After that, I recommend that a PSA level be taken every 3 – 6 months for the first 2 years. Every 3 months if you’re the type who worries.
If the PSA is less than 1.0 at the 2 year mark and behaving well, then the PSAs can be drawn every 6 months.
After 5 years, if the PSA is very low (0.2) if can be tested every 6 – 12 months.
This schedule may be made stricter or looser depending on the risk level of the cancer.
If the PSA starts to rise or behave erratically, it should be checked every 3 months.
There is little value in checking the PSA sooner than 3 months, except in occasional cases where there is a big jump I will check it again 6 weeks later.

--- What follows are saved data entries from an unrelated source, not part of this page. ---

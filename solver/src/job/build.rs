//! Turns a parsed job file into a solver [`Model`]: resolves set, material
//! and stage names (suggesting the nearest name for a misspelling), checks
//! values, and assigns every load to its stage. Every error points at the
//! table or key at fault in the job file.

use std::collections::BTreeMap;
use std::ops::Range;
use std::path::{Path, PathBuf};
use std::sync::Arc;

use olli_mesh::Mesh;
use toml::Spanned;

use super::diagnostics::{nearest, InputError};
use super::mesh_source::{all_set_names, apply_selections, mesh_from_table};
use super::schema::{AnalysisKind, FormulationKind, JobFile, MaterialTable, StageSpec};
use crate::assembly::Discretization;
use crate::contact::surface::filleted_polyline;
use crate::contact::{Piece2, Shape as RigidShape};
use crate::linear::LinearSettings;
use crate::material::{Material, MaterialError, VolumetricForm};
use crate::model::{
    Analysis, Force, Formulation, IncrementControls, Model, Motion, OutputSettings, Pressure, Region, RigidBody, RigidMotion, Stage,
    Support,
};

/// Names of the arrays a `.vtu` frame can hold (`[output] fields`).
pub const FIELD_NAMES: &[&str] = &[
    "displacement",
    "cauchy_stress",
    "pressure",
    "von_mises",
    "max_principal_log_strain",
    "energy_density",
    "reaction",
    "material",
    "volume_ratio",
    "element_pressure",
    "contact",
];

/// One material of the job, built.
#[derive(Debug, Clone)]
pub struct JobMaterial {
    pub name: String,
    pub model: String,
    pub material: Arc<Material>,
    /// Regions (element sets) made of it.
    pub used_by: Vec<String>,
    /// Formulations of those regions.
    pub formulations: Vec<Formulation>,
}

/// What and where to write.
#[derive(Debug, Clone, PartialEq)]
pub struct OutputPlan {
    /// `[output] folder` resolved against the job file's folder, if given.
    pub folder: Option<PathBuf>,
    /// Write a frame every n-th increment (the last of each stage always).
    pub every: usize,
    /// Arrays to write, a subset of [`FIELD_NAMES`].
    pub fields: Vec<String>,
}

/// A checked job, ready to solve.
#[derive(Debug, Clone)]
pub struct Job {
    pub path: PathBuf,
    pub title: String,
    pub kind: AnalysisKind,
    pub model: Model,
    pub materials: Vec<JobMaterial>,
    /// Sets with supports or prescribed motions, in file order: their
    /// reactions go to `history.csv` and the summary.
    pub reaction_sets: Vec<String>,
    /// Rigid surfaces, in file order: their forces, contact width and peak
    /// pressure go to `history.csv` and the summary.
    pub rigid_names: Vec<String>,
    pub output: OutputPlan,
    /// Remarks of the mesh importer (reoriented elements, ...).
    pub mesh_notes: Vec<String>,
}

impl Job {
    /// Component names of this analysis (`x, y, z`; `r, z`; `x, y`).
    pub fn components(&self) -> &'static [&'static str] {
        self.kind.components()
    }

    /// The `history.csv` value columns: `reaction_<set>_<component>`.
    pub fn reaction_columns(&self) -> Vec<String> {
        self.reaction_sets
            .iter()
            .flat_map(|s| self.components().iter().map(move |c| format!("reaction_{s}_{c}")))
            .collect()
    }

    /// The rigid-surface columns of `history.csv`: `rigid_<name>_<component>`
    /// (force of the rubber on the surface), `rigid_<name>_contact_width`,
    /// `rigid_<name>_peak_pressure`.
    pub fn rigid_columns(&self) -> Vec<String> {
        self.rigid_names
            .iter()
            .flat_map(|n| {
                let mut c: Vec<String> = self.components().iter().map(|c| format!("rigid_{n}_{c}")).collect();
                c.push(format!("rigid_{n}_contact_width"));
                c.push(format!("rigid_{n}_peak_pressure"));
                c
            })
            .collect()
    }

    /// Every value column of `history.csv`, in order.
    pub fn history_columns(&self) -> Vec<String> {
        let mut c = self.reaction_columns();
        c.extend(self.rigid_columns());
        c
    }
}

/// The key of a material table a material error is about: the constant at
/// fault, or `model` when the set of constants does not fit the model. Job
/// files and `olli material` point their messages at that key.
pub fn material_error_key(e: &MaterialError) -> Option<&str> {
    match e {
        MaterialError::InvalidParameter { name, .. }
        | MaterialError::DuplicateParameter { name, .. }
        | MaterialError::ConflictingParameters { other: name, .. } => Some(name),
        MaterialError::UnexpectedParameter { name, .. } => Some(name),
        MaterialError::InvalidCombination { .. } | MaterialError::MissingParameter { .. } => Some("model"),
        _ => None,
    }
}

/// Reads, parses and checks the job file at `path`.
pub fn load(path: &Path) -> Result<Job, InputError> {
    let source = std::fs::read_to_string(path).map_err(|e| InputError {
        file: path.to_path_buf(),
        position: None,
        message: format!("cannot read the job file: {e}"),
    })?;
    load_str(path, &source)
}

/// Parses and checks job text; `path` names the file in messages and anchors relative paths.
pub fn load_str(path: &Path, source: &str) -> Result<Job, InputError> {
    let file: JobFile = toml::from_str(source).map_err(|e| InputError::from_toml(path, source, &e))?;
    Builder { path, source }.build(file)
}

struct Builder<'a> {
    path: &'a Path,
    source: &'a str,
}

I like to see patients at the 3 month mark after CyberKnife, but it is not mandatory. After that you can either come see me for the PSA’s or else get them done with your primary care doctor.

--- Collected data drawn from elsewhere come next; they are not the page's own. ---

//! The nonlinear solution driver: stages run one after another; each stage
//! is split into load increments with adaptive size; each increment is solved
//! by Newton–Raphson with the consistent tangent and a backtracking line
//! search ([`newton`]).
//!
//! Increment control: the first increment is `controls.first` of the stage;
//! a failed increment (divergence, NaN, an inverted integration point, too
//! many iterations) is tried again with damped Newton steps, then retried
//! with `cutback` times the size; after a fast
//! convergence (within `fast_iterations`, not counting the first
//! [`REBALANCE_ALLOWANCE`] iterations of one re-balance after a contact
//! multiplier update or a fluid-front move) the next one grows by `growth`; below `min` the run stops
//! cleanly, keeping every converged increment.

pub mod arc_length;
pub mod fields;
pub mod harmonic;
pub mod held;
pub mod limit_point;
pub mod newton;
pub mod observer;
pub mod roundoff;
pub mod seal_figures;
pub mod stabilization;
pub mod stages;

pub use observer::{Event, Observer, Quiet};

use std::time::Instant;

use crate::assembly::{Discretization, DofMap, Pattern, PointHistories};
use crate::contact::active::ActiveContacts;
use crate::element::MixedState;
use crate::error::SolveError;
use crate::insert::Inserts;
use crate::linear::{self, LinearSolver, LinearStats, SymmetricPattern};
use crate::load::fluid::Fluids;
use crate::model::{Control, IncrementControls, Model, SettingsError, Stage};
use crate::results::{DynamicResult, HistoryValues, IncrementResult, Solution, SolveStats, Termination};
use newton::{IncrementOutcome, NewtonContext};
use stages::{ReportSets, StageProgram};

If you are receiving Lupron hormone therapy as part of your treatment program then you would return to the clinic every 3 – 4 months for a Lupron injection until the series of injections is over. After that, I like to follow high-risk prostate cancer patients more closely to monitor for recurrence and I may recommend that you see me every 6 months for 5 years.
You don’t need to see a urologist in followup unless you are having significant urinary or sexual symptoms, and would like a urologic consultation regarding those symptoms. We will try to manage those symptoms in the radiation oncology clinic, but we don’t have all the tools that a urologist does for these problems.